While we have often disagreed with Noll on many market structure issues, especially while he worked at NASDAQ OMX, we are very impressed with an Op-Ed he has just written in the Financial Times, where he demonstrates that he understands the needs of investors –retail and institutional. We highlight that Op-Ed for you this morning – titled Give Investors Top Priority In Stock Markets.

Noll acknowledges that:

  • Our modern markets have deteriorated.
  • Our modern markets cater to high speed traders over investors – both retail and institutional.
  • Liquidity is confined to approximately 100 names that account for 80% of volume.
  • Investors fear trading on stock exchanges, and run to dark pools, where their treatment is not particularly friendly either.

 

He then goes on to make some very strong statements and an important proposal:

  • “Speed should not be the most important criteria in determining how orders are handled unless we want markets that do not focus on what the real investor needs in the market.”

 

  • “We cannot continue to give some an advantage and then cry foul when market mishaps occur. It is most important to enshrine both retail and institutional investors above all market participants. Elevate customer orders in all markets ahead of brokers, market makers and high-frequency traders and move the markets to a price-customer order priority system.”

 

  • “I propose that exchanges and other market venues create a simple tiered system for order executions, with customer orders at the top, followed by orders from market makers, and lastly orders from high frequency and professional traders. This sends a clear message that quality of execution is more important than speed.”

 

 

Bravo Mr. Noll.

 

Please read his Op-Ed.

 

We can only hope that leadership at the SEC has read it, and that it inspires them to take a leadership role and implement real change, and to stop looking to staked industry insiders to give them “the ok”.

 

To date, events like Flash Crashes have not inspired the SEC to elevate the needs of investors over high speed traders. To date, books such as Broken Markets and Flash Boys have not inspired them to act decisively either. Perhaps the words from a well-known friend of theirs – Mr. Noll – will inspire them to act.

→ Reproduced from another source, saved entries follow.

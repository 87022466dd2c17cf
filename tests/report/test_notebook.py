"""Results show themselves in a notebook: numbers with intervals, figures, escaped words."""

from __future__ import annotations

from dataclasses import replace
from html.parser import HTMLParser

from report_rig import cross_check, identification, step_result

from freqid.quantity import Caveat
from freqid.report.quantity_words import without_unit


def tags(text: str) -> list[str]:
    """Every tag that is opened, in order; fails where the text is no HTML at all."""
    found: list[str] = []
    parser = HTMLParser()
    parser.handle_starttag = lambda tag, attributes: found.append(tag)  # type: ignore[method-assign]
    parser.feed(text)
    return found


def test_an_estimate_shows_its_curve_and_its_numbers() -> None:
    """A figure, then every parameter with its interval, then the caveats, escaped."""
    found = identification(caveats=[Caveat("doubt", "Something <odd>.")])
    html = found._repr_html_()
    assert tags(html).count("svg") == 1 and "table" in tags(html)
    for quantity in found.model.parameters.values():
        assert without_unit(quantity) in html
    assert "Something &lt;odd&gt;." in html and found.model._repr_html_() in html


def test_a_comparison_shows_verdict_strip_and_rows() -> None:
    """The verdict in large letters, the strip, one row a quantity."""
    check = cross_check()
    html = check._repr_html_()
    assert "<b>DISAGREE</b>" in html and tags(html).count("svg") == 1
    assert tags(html).count("tr") == 1 + len(check.compared)


def test_a_step_test_shows_read_offs_and_model() -> None:
    """Two tables: what was read off, and the fitted model."""
    result = replace(step_result(), caveats=())
    assert tags(result._repr_html_()).count("table") == 2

He is not saying anything that they do not already know; former Chair Mary Schapiro’s 2010 speech demonstrates this.

 

I suppose we will see later this month when the SEC convenes its 2nd Market Structure Advisory Committee meeting. Hopefully they remember their mission:

 

“to protect investors, to maintain fair, orderly, and efficient markets, and facilitate capital formation.”

 

Hopefully they see that even in their own mission statement, investors come first.